# [Task description]
Filter the entries down to the lines containing "json", and copy those lines.

# [Extracted entries]

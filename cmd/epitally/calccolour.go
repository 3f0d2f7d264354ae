package main

import (
	"context"
	"encoding/csv"
	"encoding/json"
	"errors"
	"fmt"
	"io"
	"math"
	"os"
	"strconv"
	"strings"
	"text/tabwriter"

	"github.com/spf13/pflag"

	"epitally/analytics/colour"
)

// colourOptions are the flags of calc colour.
type colourOptions struct {
	spectrum, xy           string
	peak, fwhm             float64
	model, white           string
	flux, current, voltage float64
	json                   bool
}

func calcColour(_ context.Context, c *console, args []string) error {
	o := colourOptions{}
	f := pflag.NewFlagSet("calc colour", pflag.ContinueOnError)
	f.SortFlags = false
	f.SetOutput(c.err)
	f.StringVar(&o.spectrum, "spectrum", "", "CSV `file` of wavelength in nm and power, with or without a header; - for standard input")
	f.StringVar(&o.xy, "xy", "", "chromaticity `X,Y` (CIE 1931)")
	f.Float64Var(&o.peak, "peak", math.NaN(), "peak wavelength in `nm`, with --fwhm")
	f.Float64Var(&o.fwhm, "fwhm", math.NaN(), "full width at half maximum in `nm`, with --peak")
	f.StringVar(&o.model, "model", "", "line `model` for --peak: "+strings.Join(colour.LineModelNames(), ", ")+" (default: fitted to measured LEDs of the colour)")
	f.StringVar(&o.white, "white", "E", "`white` of the dominant wavelength: E, D65, A or X,Y")
	f.Float64Var(&o.flux, "radiant-flux", math.NaN(), "radiant flux in `mW`")
	f.Float64Var(&o.current, "current", math.NaN(), "drive current in `mA`")
	f.Float64Var(&o.voltage, "voltage", math.NaN(), "forward voltage in `V`")
	f.BoolVar(&o.json, "json", false, "print JSON")
	numbers := []string{"peak", "fwhm", "radiant-flux", "current", "voltage"}
	for _, name := range numbers {
		f.Lookup(name).DefValue = "0" // help names no default: NaN is "not given"
	}
	if err := f.Parse(args); err != nil {
		return err
	}
	for _, name := range numbers {
		if text := f.Lookup(name).Value.String(); f.Changed(name) && text == "NaN" {
			return fmt.Errorf("--%s %s: give a number, or leave the flag out", name, text)
		}
	}
	if f.NArg() > 0 {
		return fmt.Errorf("calc colour: %q is not a flag; see calc colour --help", f.Arg(0))
	}
	q, err := o.question(c.in)
	if err != nil {
		return err
	}
	a, err := colour.Describe(q)
	if err != nil {
		return err
	}
	if o.json {
		out := json.NewEncoder(c.out)
		out.SetIndent("", " ")
		return out.Encode(a)
	}
	return printColour(c.out, a)
}

func (o colourOptions) question(stdin io.Reader) (q colour.Question, err error) {
	q.RadiantFluxMW, q.CurrentMA, q.VoltageV = o.flux, o.current, o.voltage
	for _, v := range []struct {
		name  string
		value float64
	}{{"--radiant-flux", o.flux}, {"--current", o.current}, {"--voltage", o.voltage}} {
		if math.IsInf(v.value, 0) || v.value < 0 {
			return q, fmt.Errorf("%s %g: give a number not below 0", v.name, v.value)
		}
	}
	if q.White, err = whiteNamed(o.white); err != nil {
		return q, err
	}
	byPeak := !math.IsNaN(o.peak) || !math.IsNaN(o.fwhm)
	given := 0
	for _, is := range []bool{o.spectrum != "", o.xy != "", byPeak} {
		if is {
			given++
		}
	}
	switch {
	case given != 1:
		return q, errors.New("calc colour: give one of --spectrum FILE, --xy X,Y and --peak P --fwhm F")
	case o.model != "" && !byPeak:
		return q, errors.New("calc colour: --model is for --peak and --fwhm")
	case byPeak && math.IsNaN(o.peak+o.fwhm):
		return q, errors.New("calc colour: --peak and --fwhm go together")
	case o.spectrum != "":
		q.Spectrum, err = readSpectrum(stdin, o.spectrum)
	case o.xy != "":
		var p colour.XY
		if p, err = pointIn(o.xy); err != nil {
			err = fmt.Errorf("--xy: %w", err)
		}
		q.XY = &p
	default:
		q.Peak = &colour.PeakQuestion{PeakNM: o.peak, FWHMNM: o.fwhm, Model: colour.DefaultLineModel(o.peak)}
		if o.model != "" {
			q.Peak.Model, err = colour.LineModelByName(o.model)
		}
	}
	return q, err
}

// whiteNamed reads a white by letter or as X,Y.
func whiteNamed(text string) (colour.XY, error) {
	if w, ok := colour.WhiteByName(text); ok {
		return w, nil
	}
	p, err := pointIn(text)
	if err != nil {
		return p, fmt.Errorf("--white: %q is not E, D65, A or X,Y", text)
	}
	return p, nil
}

func pointIn(text string) (p colour.XY, err error) {
	x, y, ok := strings.Cut(text, ",")
	if p.X, err = strconv.ParseFloat(strings.TrimSpace(x), 64); err == nil {
		p.Y, err = strconv.ParseFloat(strings.TrimSpace(y), 64)
	}
	if !ok || err != nil {
		return p, fmt.Errorf("%q is not X,Y such as 0.15,0.03", text)
	}
	return p, nil
}

// maxSpectrumBytes bounds a spectrum's file.
const maxSpectrumBytes = 16 << 20

// readSpectrum reads two columns of numbers, a header row allowed, separated by
// commas, semicolons, tabs or blanks.
func readSpectrum(stdin io.Reader, path string) (*colour.Spectrum, error) {
	in := stdin
	if path != "-" {
		file, err := os.Open(path)
		if err != nil {
			return nil, err
		}
		defer file.Close()
		in = file
	}
	text, err := io.ReadAll(io.LimitReader(in, maxSpectrumBytes+1))
	if err != nil {
		return nil, fmt.Errorf("%s: %w", path, err)
	}
	if len(text) > maxSpectrumBytes {
		return nil, fmt.Errorf("%s: over %d bytes, too long for a spectrum", path, maxSpectrumBytes)
	}
	nm, power, err := spectrumRows(strings.TrimPrefix(string(text), "\ufeff"))
	if err != nil {
		return nil, fmt.Errorf("%s: %w", path, err)
	}
	s, err := colour.NewSpectrum(nm, power)
	if err != nil {
		return nil, fmt.Errorf("%s: %w", path, err)
	}
	return s, nil
}

func spectrumRows(text string) (nm, power []float64, err error) {
	r := csv.NewReader(strings.NewReader(text))
	r.Comment, r.FieldsPerRecord, r.TrimLeadingSpace = '#', -1, true
	first, _, _ := strings.Cut(text, "\n")
	for _, sep := range ";\t" {
		if strings.ContainsRune(first, sep) {
			r.Comma = sep
		}
	}
	for row := 0; ; row++ {
		fields, err := r.Read()
		if err == io.EOF {
			return nm, power, nil
		}
		if err != nil {
			return nil, nil, err
		}
		line, _ := r.FieldPos(0)
		if len(fields) < 2 {
			if fields = strings.Fields(fields[0]); len(fields) < 2 {
				return nil, nil, fmt.Errorf("line %d: one column where wavelength and power are expected", line)
			}
		}
		w, errW := strconv.ParseFloat(strings.TrimSpace(fields[0]), 64)
		p, errP := strconv.ParseFloat(strings.TrimSpace(fields[1]), 64)
		switch {
		case errW != nil && row == 0: // a header
		case errW != nil:
			return nil, nil, fmt.Errorf("line %d: %q is no wavelength", line, fields[0])
		case errP != nil:
			return nil, nil, fmt.Errorf("line %d: %q is no power", line, fields[1])
		default:
			nm, power = append(nm, w), append(power, p)
		}
	}
}

// printColour writes what is known as an aligned table.
func printColour(w io.Writer, a colour.Answer) error {
	t := tabwriter.NewWriter(w, 0, 0, 2, ' ', 0)
	line := func(label string, v *float64, decimals int, unit string) {
		if v != nil {
			fmt.Fprintf(t, "%s\t%.*f\t%s\n", label, decimals, *v, unit)
		}
	}
	name := "dominant wavelength"
	if a.Complementary != nil && *a.Complementary {
		name = "complementary wavelength"
	}
	line(name, a.DominantWavelengthNM, 3, "nm")
	line("excitation purity", a.ExcitationPurity, 5, "")
	line("CIE x", &a.CIEX, 6, "")
	line("CIE y", &a.CIEY, 6, "")
	line("CIE u′", &a.CIEUPrime, 6, "")
	line("CIE v′", &a.CIEVPrime, 6, "")
	line("peak wavelength", a.PeakWavelengthNM, 3, "nm")
	line("centroid wavelength", a.CentroidWavelengthNM, 3, "nm")
	line("spectral width (FWHM)", a.FWHMNM, 3, "nm")
	line("luminous efficacy of radiation", a.LuminousEfficacyLMPerW, 2, "lm/W")
	line("luminous flux", a.LuminousFluxLM, 4, "lm")
	line("axial intensity, Lambertian", a.AxialIntensityCD, 4, "cd")
	line("correlated colour temperature", a.CCTK, 1, "K")
	line("D_uv", a.Duv, 6, "")
	line("photon energy", a.PhotonEnergyEV, 4, "eV")
	line("wall-plug efficiency", a.WallPlugEfficiency, 4, "")
	line("external quantum efficiency", a.ExternalQuantumEfficiency, 4, "")
	if a.Model != "" {
		fmt.Fprintf(t, "line model\t%s\t\n", a.Model)
	}
	if err := t.Flush(); err != nil {
		return err
	}
	for _, n := range a.Notes {
		fmt.Fprintf(w, "note: %s\n", n)
	}
	for _, s := range a.Suspects {
		fmt.Fprintf(w, "suspect: %s; look at %s\n", s.Says, s.LikelyCause)
	}
	return nil
}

# [Exercise result]
	"encoding/json"
	json                   bool
	f.BoolVar(&o.json, "json", false, "print JSON")
	if o.json {
		out := json.NewEncoder(c.out)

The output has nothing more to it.